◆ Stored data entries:
static const ErrRow err_rows[] = {
    {"bogus nmos\n", 1, 1, "unknown keyword 'bogus'"},
    {"\n  # comment\n   limits nmos\n", 3, 4, "unknown keyword 'limits'"},
    {"regions nmso strong-below 12/V\n", 1, 9, "unknown word 'nmso' in a regions statement"},
    {"regions nmos strong-below 12x/V\n", 1, 29, "'x/V' is neither an SI suffix"},
    {"regions nmos strong-below abc\n", 1, 27, "bad number 'abc' for strong-below"},
    {"regions nmos strong-below\n", 1, 14, "strong-below needs a value"},
    {"regions nmos\n", 1, 1, "sets nothing"},
    {"regions nmos pmos weak-above 30/V\n", 1, 14, "'pmos' is a second one"},
    {"regions model\n", 1, 9, "'model' needs a model name"},
    {"regions model a model b weak-above 30/V\n", 1, 17, "one model"},
    {"regions nmos strong-below 12/V strong-below 13/V\n", 1, 32, "strong-below is given twice"},
    {"regions nmos strong-below 25/V weak-above 20/V\n", 1, 27, "strong-below (25/V) is above weak-above (20/V)"},
    {"regions all off-below -1pA\n", 1, 23, "off-below must be zero or positive"},
    {"regions all weak-above 0/V\n", 1, 24, "weak-above must be positive"},
    {"regions all off-below 100pV\n", 1, 27, "'V' is neither an SI suffix (f p n u m k meg g t) nor the unit A"},
    {"check sat-margin min 50mA\n", 1, 25, "'A' is neither an SI suffix"},
    {"check sat-margin min 50Hz\n", 1, 24, "'Hz' is neither an SI suffix"},
    {"check sat-margin min 5M\n", 1, 23, "'M' in '5M' is ambiguous"},
    {"check sat-margin min 5MV\n", 1, 23, "ambiguous"},
    {"check sat-margin min 1e999\n", 1, 22, "out of range"},
    {"check sat-margin min -10mV\n", 1, 22, "must be zero or positive"},
    {"check sat-margin min\n", 1, 18, "min needs a value"},
    {"check sat-margin min 50mV min 60mV\n", 1, 27, "min is given twice"},
    {"check triode min 1\n", 1, 14, "check triode has no limit"},
    {"check gain min 10 warnig\n", 1, 19, "unknown word 'warnig' in a check statement"},
    {"check gain error ignore\n", 1, 18, "already says how to report"},
    {"check gain\n", 1, 7, "sets nothing"},
    {"check gain min 10x\n", 1, 18, "'x' is not an SI suffix"},
    {"check foo error\n", 1, 7, "unknown check 'foo'"},
    {"check\n", 1, 1, "'check' needs the name of a check"},
    {"check gain\x01 error\n", 1, 11, "control character 0x01"},
    {"check gain error\nbad\r\n", 2, 1, "unknown keyword 'bad'"},
    {"\xef\xbb\xbfoops\n", 1, 1, "unknown keyword 'oops'"},
    {"check gain error\nlast", 2, 1, "unknown keyword 'last'"},
    /* a conflict between statements: 10 /V is below the defaults' strong-below of 12 /V */
    {"regions pmos weak-above 10/V\n", 1, 25, "pmos devices would have strong-below 12/V above weak-above 10/V"},
};
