static int read_range(Parser *ps, uint32_t file, size_t start, size_t end, uint32_t line, int title, size_t anchor)
{
    Netlist *nl = ps->nl;
    SrcFile *f = nl->ds->files.files[file];
    const char *text = f->text;
    Lexer lx;
    if (title)
        lex_init(&lx, text, end, 1);
    else
        lex_init_range(&lx, text, start, end, line);
    LexLine ln;
    int state = RS_CARDS;
    size_t state_off = 0;
    const char *state_name = NULL;
    int top_main = file == 0 && ps->nact == 1 && ps->act[0].sec == NULL;
    size_t dropped = start; /* what lies behind the cursor is not read again soon (source.h) */
    while (!ps->stop && lex_next(&lx, &ln)) {
        src_drop_behind(f, &dropped, ln.start);
        if (ln.kind == LEX_TITLE) {
            size_t e = ln.end;
            while (e > ln.start && (text[e - 1] == '\n' || text[e - 1] == '\r'))
                e--;
            if (!(nl->ds->title = arena_strndup(&nl->ds->arena, text + ln.start, e - ln.start)))
                return nomem(ps);
            continue;
        }
        if (ln.kind == LEX_ORPHAN) {
            if (state == RS_CARDS)
                nl_warn(nl, file, ln.body, 1, "a continuation line with no card before it is ignored");
            continue;
        }
        LexCur c;
        lex_cur_init(&c, text, &ln);
        int ch = (unsigned char)text[ln.body];
        LexTok kw = {ln.body, 0};
        if (ch == '.')
            lex_word(&c, &kw, 0);
        if (state == RS_CONTROL) {
            if (ch == '.' && word_is(text, kw, ".endc"))
                state = RS_CARDS;
            continue;
        }
        if (state == RS_LIBDEF) {
            if (ch == '.' && word_is(text, kw, ".endl"))
                state = RS_CARDS;
            continue;
        }
        int rc = ERR_OK;
        switch (ch) {
        case 'm':
        case 'M':
            rc = card_mos(ps, file, &ln, anchor);
            break;
        case 'x':
        case 'X':
            rc = card_inst(ps, file, &ln, anchor);
            break;
        case '.':
            if (word_is(text, kw, ".subckt") || word_is(text, kw, ".macro")) { /* ngspice 39: .macro/.eom too */
                rc = card_subckt(ps, file, &ln, &c);
            } else if (word_is(text, kw, ".ends") || word_is(text, kw, ".eom")) {
                if (ps->nopen <= 1) {
                    nl_error(nl, file, ln.body, 5, ".ends without .subckt");
                } else {
                    NlSubckt *s = cur_def(ps);
                    LexTok en;
                    if (lex_word(&c, &en, 0) && s->name && !lex_is(text, en, s->name))
                        nl_warn(nl, file, en.off, span_of(en.len), "this .ends names '%.*s' but closes subcircuit '%s'",
                                (int)(en.len > 60 ? 60 : en.len), text + en.off, s->name);
                    ps->nopen--;
                }
            } else if (word_is(text, kw, ".param") || word_is(text, kw, ".params") ||
                       word_is(text, kw, ".parameter") || word_is(text, kw, ".parameters")) { /* as ngspice 39 */
                rc = param_list(ps, file, &c, cur_def(ps), 1);
            } else if (word_is(text, kw, ".model")) {
                rc = card_model(ps, file, &ln, &c);
            } else if (word_is(text, kw, ".include") || word_is(text, kw, ".inc") || word_is(text, kw, ".incl")) {
                rc = card_include(ps, file, &ln, &c, anchor, 0);
            } else if (word_is(text, kw, ".lib")) {
                LexCur probe = c;
                LexTok a, b;
                int na = lex_name(&probe, &a);
                int nb = na == 1 ? lex_name(&probe, &b) : 0;
                if (na == 1 && nb == 0) {
                    state = RS_LIBDEF;
                    state_off = ln.body;
                    if (!(state_name = intern(ps, text, a)))
                        return ERR_NOMEM;
                } else if (na == 0) {
                    nl_error(nl, file, ln.body, 4, ".lib needs a file and a section name, or a section name");
                } else {
                    rc = card_include(ps, file, &ln, &c, anchor, 1);
                }
            } else if (word_is(text, kw, ".endl")) {
                nl_error(nl, file, ln.body, 5, ".endl without .lib");
            } else if (word_is(text, kw, ".global")) {
                rc = card_global(ps, &c);
            } else if (word_is(text, kw, ".option") || word_is(text, kw, ".options") || word_is(text, kw, ".opt")) {
                rc = card_options(ps, file, &c);
            } else if (word_is(text, kw, ".temp")) {
                rc = card_temp(ps, file, &ln, &c);
            } else if (word_is(text, kw, ".func")) {
                rc = card_func(ps, file, &ln, &c);
            } else if (word_is(text, kw, ".control")) {
                state = RS_CONTROL;
                state_off = ln.body;
            } else if (word_is(text, kw, ".endc")) {
                nl_warn(nl, file, ln.body, 5, ".endc without .control is ignored");
            } else if (word_is(text, kw, ".end")) {
                if (top_main)
                    ps->stop = 1; /* in included files ngspice ignores .end, and so do we */
            } else if (word_is(text, kw, ".if") || word_is(text, kw, ".elseif") || word_is(text, kw, ".else")) {
                if (!ps->warned_if)
                    nl_warn(nl, file, ln.body, (uint32_t)kw.len,
                            "conditional blocks are not evaluated by biaslint: the cards of every branch are read");
                ps->warned_if = 1;
            } else {
                rc = card_dot_other(ps, file, kw); /* analyses and output cards are skipped; others named */
            }
            break;
        default:
            if (!((ch >= 'a' && ch <= 'z') || (ch >= 'A' && ch <= 'Z')))
                nl_warn(nl, file, ln.body, 1, "a card starting with '%c' is not a SPICE card and is ignored",
                        ch >= 0x21 && ch < 0x7f ? ch : '?');
            else
                rc = card_element(ps, file, &ln); /* counted (primitives), Q J Z N kept for the summary */
            break;
        }
        if (rc == ERR_NOMEM || ps->nomem)
            return ERR_NOMEM;
    }
    if (state == RS_CONTROL)
        nl_error(nl, file, state_off, 8, ".control has no .endc");
    else if (state == RS_LIBDEF && !(file < ps->capfinfo && ps->finfo[file].unterminated)) {
        nl_error(nl, file, state_off, 4, "section '%s' has no .endl", state_name);
        FileInfo *fi = finfo(ps, file);
        if (fi)
            fi->unterminated = 1;
    }
    return ERR_OK;
}

/* ---- instance names used twice ---------------------------------------------------------------- */

typedef struct {
    uintptr_t key; /* the name's hash (instance names are copied, not interned: strtab.h) */
    uint32_t idx;  /* card order */
} NameRef;

/* Sort by key, stably: insertion sort for a handful, else LSD radix sort on the part of the keys
 * that differs, with digits as wide as log2(n) (8 to 16 bits), so that a pass costs O(n) and a
 * small subcircuit no small fortune in counters. Linear, unlike a comparison sort. */
static int radix_sort(NameRef *a, size_t n)
{
    if (n < 32) {
        for (size_t i = 1; i < n; i++) {
            NameRef x = a[i];
            size_t j = i;
            for (; j > 0 && a[j - 1].key > x.key; j--)
                a[j] = a[j - 1];
            a[j] = x;
        }
        return ERR_OK;
    }
    uintptr_t lo = a[0].key, hi = a[0].key;
    for (size_t i = 1; i < n; i++) {
        if (a[i].key < lo)
            lo = a[i].key;
        if (a[i].key > hi)
            hi = a[i].key;
    }
    unsigned bits = 8;
    while (bits < 16 && ((size_t)1 << bits) < n)
        bits++;
    size_t radix = (size_t)1 << bits, mask = radix - 1;
    NameRef *b = malloc(n * sizeof *b);
    size_t *cnt = malloc(radix * sizeof *cnt);
    if (!b || !cnt) {
        free(b);
        free(cnt);
        return ERR_NOMEM;
    }
    uintptr_t span = hi - lo;
    for (unsigned sh = 0; sh < sizeof(uintptr_t) * 8 && (span >> sh); sh += bits) {
        memset(cnt, 0, radix * sizeof *cnt);
        for (size_t i = 0; i < n; i++)
            cnt[((a[i].key - lo) >> sh) & mask]++;
        size_t sum = 0;
        for (size_t k = 0; k < radix; k++) {
            size_t c = cnt[k];
            cnt[k] = sum;
            sum += c;
        }
        for (size_t i = 0; i < n; i++)
            b[cnt[((a[i].key - lo) >> sh) & mask]++] = a[i];
        memcpy(a, b, n * sizeof *a);
    }
    free(b);
    free(cnt);
    return ERR_OK;
}

/* Where a card's name stands: its first non-blank byte. */
static size_t card_body(const Design *ds, const Card *c)
{
    const char *t = ds->files.files[c->file]->text;
    size_t o = c->start;
    while (o < c->end && is_blank((unsigned char)t[o]))
        o++;
    return o;
}

/* ngspice refuses two instances of one name in one subcircuit ("device already exists"); so does
 * biaslint, after reading, by sorting each subcircuit's instance names. */
static int check_duplicates(Parser *ps)
{
    Netlist *nl = ps->nl;
    Design *ds = nl->ds;
    for (size_t si = 0; si < nl->nsubs; si++) {
        NlSubckt *s = nl->subs[si];
        for (int kind = 0; kind < 2; kind++) {
            size_t n = kind == 0 ? s->nmos : s->ninst;
            if (n < 2)
                continue;
            NameRef *a = malloc(n * sizeof *a);
            if (!a)
                return nomem(ps);
#define NAME_OF(r) (kind == 0 ? nl_mos(s, (r).idx)->name : s->inst[(r).idx].name)
            for (size_t i = 0; i < n; i++) {
                const char *nm = kind == 0 ? nl_mos(s, i)->name : s->inst[i].name;
                a[i] = (NameRef){(uintptr_t)str_hash(nm, strlen(nm)), (uint32_t)i};
            }
            if (radix_sort(a, n) != ERR_OK) {
                free(a);
                return nomem(ps);
            }
            for (size_t i = 1, run = 0; i < n; i++) {
                if (a[i].key != a[run].key) {
                    run = i;
                    continue;
                }
                /* the first card of the run with this very name (two names may share a hash) */
                const char *name = NAME_OF(a[i]);
                size_t first = run;
                while (first < i && strcmp(NAME_OF(a[first]), name) != 0)
                    first++;
                if (first == i)
                    continue;
                uint32_t file, line;
                size_t off;
                if (kind == 0) {
                    const Card *c = &ds->cards[nl_mos(s, a[i].idx)->card];
                    file = c->file;
                    off = card_body(ds, c);
                    line = ds->cards[nl_mos(s, a[first].idx)->card].line;
                } else {
                    const NlInst *x = &s->inst[a[i].idx], *x0 = &s->inst[a[first].idx];
                    file = x->file;
                    off = x->off;
                    line = src_loc(ds->files.files[x0->file], x0->off).line;
                }
                nl_error(nl, file, off, span_of(strlen(name)), "instance name '%s' is used twice (first on line %u)%s%s",
                         name, line, s->name ? " in subcircuit " : "", s->name ? s->name : "");
            }
#undef NAME_OF
            free(a);
        }
    }
    return ERR_OK;
}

◆ DIRECTIONS FOR THIS TASK: Above are some records; copy exactly the lines from the one with "static int check_duplicates(Parser *ps)" through the one with "line = ds->cards[nl_mos(s, a[first].idx)->card].line;", both included, and no others.

◆ SOLUTION FOR THIS TASK:
static int check_duplicates(Parser *ps)
{
    Netlist *nl = ps->nl;
    Design *ds = nl->ds;
    for (size_t si = 0; si < nl->nsubs; si++) {
        NlSubckt *s = nl->subs[si];
        for (int kind = 0; kind < 2; kind++) {
            size_t n = kind == 0 ? s->nmos : s->ninst;
            if (n < 2)
                continue;
            NameRef *a = malloc(n * sizeof *a);
            if (!a)
                return nomem(ps);
#define NAME_OF(r) (kind == 0 ? nl_mos(s, (r).idx)->name : s->inst[(r).idx].name)
            for (size_t i = 0; i < n; i++) {
                const char *nm = kind == 0 ? nl_mos(s, i)->name : s->inst[i].name;
                a[i] = (NameRef){(uintptr_t)str_hash(nm, strlen(nm)), (uint32_t)i};
            }
            if (radix_sort(a, n) != ERR_OK) {
                free(a);
                return nomem(ps);
            }
            for (size_t i = 1, run = 0; i < n; i++) {
                if (a[i].key != a[run].key) {
                    run = i;
                    continue;
                }
                /* the first card of the run with this very name (two names may share a hash) */
                const char *name = NAME_OF(a[i]);
                size_t first = run;
                while (first < i && strcmp(NAME_OF(a[first]), name) != 0)
                    first++;
                if (first == i)
                    continue;
                uint32_t file, line;
                size_t off;
                if (kind == 0) {
                    const Card *c = &ds->cards[nl_mos(s, a[i].idx)->card];
                    file = c->file;
                    off = card_body(ds, c);
                    line = ds->cards[nl_mos(s, a[first].idx)->card].line;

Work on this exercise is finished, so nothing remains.